## [Exercise objective]
Output only the line that contains "Column, Entity, Index" and the lines after it, all verbatim, through the last one below.

## [Records provided]
- - - - - - -
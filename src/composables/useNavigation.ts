import { computed } from 'vue';
import { useSessionStore } from '@/stores/useSessionStore';
import { usePublicSettings } from './usePublicSettings';

/** The main menu's entries: for whoever is signed in, and the help for everybody. */
export function useNavigation() {
  const session = useSessionStore();
  const { data: settings } = usePublicSettings();
  const items = computed(() => [
    ...(session.isSignedIn
      ? [
          { to: '/projects', label: 'Projects' },
          { to: '/review', label: 'Review' },
        ]
      : []),
    ...(session.isAdmin
      ? [
          { to: '/admin/users', label: 'Users' },
          { to: '/admin/mail', label: 'Mail' },
        ]
      : []),
    ...(session.isSignedIn && settings.value?.isDemo ? [{ to: '/demo/mail', label: 'Caught mail' }] : []),
    { to: '/help', label: 'Help' },
  ]);
  return { items };
}
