import { Column, Entity, Index } from 'typeorm';
import { BaseRow } from './BaseRow.js';

@Entity('projects')
export class Project extends BaseRow {
  @Index({ unique: true })
  @Column({ type: 'varchar', length: 120 })
  name!: string;

  @Column({ type: 'text', default: '' })
  description!: string;

  @Column({ type: 'boolean', default: false })
  isArchived!: boolean;
}
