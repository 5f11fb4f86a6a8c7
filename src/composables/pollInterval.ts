const fastestMs = 1_000;
const slowestMs = 15_000;
const growth = 1.4;

/**
 * Pause before asking again: short at first, longer the longer nothing changed. vue-query pauses polling by itself while
 * the tab is hidden.
 * @param unchanged answers in a row that were the same
 */
export function pollInterval(unchanged: number): number {
  return Math.min(slowestMs, fastestMs * growth ** unchanged);
}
- - - - - - -
## [Result of this task]
import { Column, Entity, Index } from 'typeorm';
import { BaseRow } from './BaseRow.js';

@Entity('projects')
export class Project extends BaseRow {
  @Index({ unique: true })
  @Column({ type: 'varchar', length: 120 })
  name!: string;

  @Column({ type: 'text', default: '' })
  description!: string;

  @Column({ type: 'boolean', default: false })
  isArchived!: boolean;
}
repository 5f11fb4f86a6a8c7
filename src/composables/pollInterval.ts
const fastestMs = 1_000;
const slowestMs = 15_000;
const growth = 1.4;

/**
 * Pause before asking again: short at first, longer the longer nothing changed. vue-query pauses polling by itself while
 * the tab is hidden.
 * @param unchanged answers in a row that were the same
 */
export function pollInterval(unchanged: number): number {
  return Math.min(slowestMs, fastestMs * growth ** unchanged);
}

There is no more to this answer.